Do you understand this first-grade child's homework? - shrikant
http://www.boingboing.net/2009/11/12/do-you-understand-my.html
======
RiderOfGiraffes
Firstly, I agree with other contributors that memorization is under-rated, and
agree that lots of memorization gives a basis of "instant knowledge" for when
you are working on more difficult problems.

However, this is a pretty good way of learning a general principle. Take the
first example, "8+3". Over on the right you have boxes in groups of 10, and
the first box has eight "counters" filled in. Now you add three by filling in
another three boxes. This gives you ten full boxes, and another one left over.
Thus 8+3 goes to 10+1.

ADDED IN EDIT: Now that I think of it, how many of you simply ignored the
instructions to fill counters in the boxes to help you, and tried to see what
was going on just by looking at the numbers?

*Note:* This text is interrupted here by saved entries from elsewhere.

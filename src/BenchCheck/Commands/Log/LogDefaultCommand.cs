using System.CommandLine;
using BenchCheck.Records;

namespace BenchCheck.Commands.Log;

/// <summary><c>benchcheck log default</c>: which log is meant where none is named, and whether every check is filed.</summary>
internal static class LogDefaultCommand
{
    public static Command Create(Terminal terminal)
    {
        var command = new Command("default", """
            Says which bench log is meant where none is named, or sets it once for all.

            Examples:
              benchcheck log default
              benchcheck log default ~/bench/log.db --every-check
              benchcheck log default "Host=shop;Database=bench;Username=anna"
              benchcheck log default --usual --on-request
            """);
        var place = new Argument<string?>("FILE|CONNECTION") { Description = "The log from now on.", Arity = ArgumentArity.ZeroOrOne };
        var usual = new Option<bool>("--usual") { Description = "The file in your data folder again." };
        var every = new Option<bool>("--every-check") { Description = "File every check without --log; check --no-log leaves one out." };
        var asked = new Option<bool>("--on-request") { Description = "File only checks with --log." };
        command.Add(place);
        foreach (var option in new[] { usual, every, asked }) command.Add(option);
        command.Validators.Add(result =>
        {
            if (result.GetValue(every) && result.GetValue(asked)) result.AddError("--every-check and --on-request exclude each other");
            if (result.GetValue(usual) && result.GetValue(place) is not null) result.AddError("--usual and a log exclude each other");
        });
        command.SetAction(parsed =>
        {
            var named = parsed.GetValue(place);
            var isSetting = named is not null || parsed.GetValue(usual) || parsed.GetValue(every) || parsed.GetValue(asked);
            // A damaged file is replaced only when a log is named anew.
            var defaults = named is not null || parsed.GetValue(usual) ? new LogDefaults(named is null ? null : Kept(named), FilesEvery()) : LogDefaults.Read();
            if (isSetting)
            {
                if (parsed.GetValue(every)) defaults = defaults with { FilesEveryCheck = true };
                if (parsed.GetValue(asked)) defaults = defaults with { FilesEveryCheck = false };
                defaults.Write();
            }

            terminal.Output.WriteLine(Printable.Text($"log: {defaults.Place.Name}"));
            terminal.Output.WriteLine(defaults.FilesEveryCheck ? "every check is filed; check --no-log leaves one out" : "checks are filed when asked: check --log");
            terminal.Output.WriteLine(Printable.Text($"kept in {LogDefaults.Path}"));
            if (LogChoice.IsSetByEnvironment) terminal.Error.WriteLine($"{LogChoice.Variable} is set and goes before it");
            return ExitCode.Agrees;
        });
        return command;
    }

    /// <summary>A file by its full path, since the program may be started elsewhere next time.</summary>
    /// <exception cref="BenchLogException">neither a file nor a connection string</exception>
    private static string Kept(string named) => LogPlace.Parse(named) is { IsFile: true } file ? file.Name : named;

    private static bool FilesEvery()
    {
        try
        {
            return LogDefaults.Read().FilesEveryCheck;
        }
        catch (IOException)
        {
            return false;
        }
    }
}
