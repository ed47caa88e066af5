using System.CommandLine;
using System.Globalization;
using BenchCheck.Records;

namespace BenchCheck.Commands.Log;

/// <summary>The options by which records are sought.</summary>
internal sealed class LogSearch
{
    private readonly Option<string?> board = new("--board") { Description = "Only boards whose title holds this.", HelpName = "TEXT" };
    private readonly Option<string?> serial = new("--serial") { Description = "Only this serial.", HelpName = "SERIAL" };
    private readonly Option<string?> verdict = new("--verdict") { Description = "Only this verdict: agrees, disagrees or undecided.", HelpName = "VERDICT" };
    private readonly Option<string?> from = new("--from") { Description = "Filed on this day or later (UTC).", HelpName = "DATE" };
    private readonly Option<string?> to = new("--to") { Description = "Filed on this day or earlier (UTC).", HelpName = "DATE" };

    public LogSearch(Command command)
    {
        verdict.AcceptOnlyFromAmong("agrees", "disagrees", "undecided");
        foreach (var date in new[] { from, to })
        {
            date.Validators.Add(result =>
            {
                if (Day(result.GetValueOrDefault<string?>()) is null) result.AddError($"{date.Name} takes a date such as 2026-03-01");
            });
        }

        foreach (var option in new Option[] { board, serial, verdict, from, to }) command.Add(option);
    }

    public LogQuery Query(ParseResult parsed) => new()
    {
        Board = parsed.GetValue(board), Serial = parsed.GetValue(serial), Verdict = parsed.GetValue(verdict), From = Day(parsed.GetValue(from)),
        Before = Day(parsed.GetValue(to))?.AddDays(1),
    };

    private static DateTimeOffset? Day(string? text) =>
        DateTimeOffset.TryParseExact(text, "yyyy-MM-dd", CultureInfo.InvariantCulture, DateTimeStyles.AssumeUniversal, out var day) && day.Year < 9999 ? day : null;
}
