using BenchCheck.Core.Boards;

namespace BenchCheck.Core.Equations;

Of the three that you are adding, two are used to make the eight up to ten, so
you only have one left. In a sense you've moved 2 from the 3 into the 8,
making the sum easier. Moving stuff around in an addition is very similar to
moving stuff around (and then making a correction) in multiplication. This is
how Art Benjamin squares two and three digit numbers faster than you can punch
them into a calculator.

53 squared is 53 times 53. Move three from one into the other (remember the 3
you've moved around) so you get 50 times 56. Use the same trick but in a
different way: move a _factor_ of two from the 56 into the 50 so you get 100
times 28, or 2800. Now add on the square of the three you moved earlier,
giving 2809.

ADDED IN EDIT: How this works can be demonstrated clearly with an appropriate
diagram.

If you're multiplying, moving _factors_ is the same sort of operation (both
multiplications) so you don't need a correction. If you move by
addition/subtraction it's a different operation, so you will need a
correction.

However, all of this fits into a larger framework. Getting only a small part
lets you do those bits, but as it fits together you end up with more than just
the parts, you get a much larger framework.

This is actually, tangentially, related to the item I submitted 10 hours ago
and which sank without a trace:

<http://news.ycombinator.com/item?id=951250>

The same trick is used twice in two different context to give the Infinite
Ramsey Theorem: Every infinite graph contains an infinite complete subgraph or
an infinite null graph.

Very similar.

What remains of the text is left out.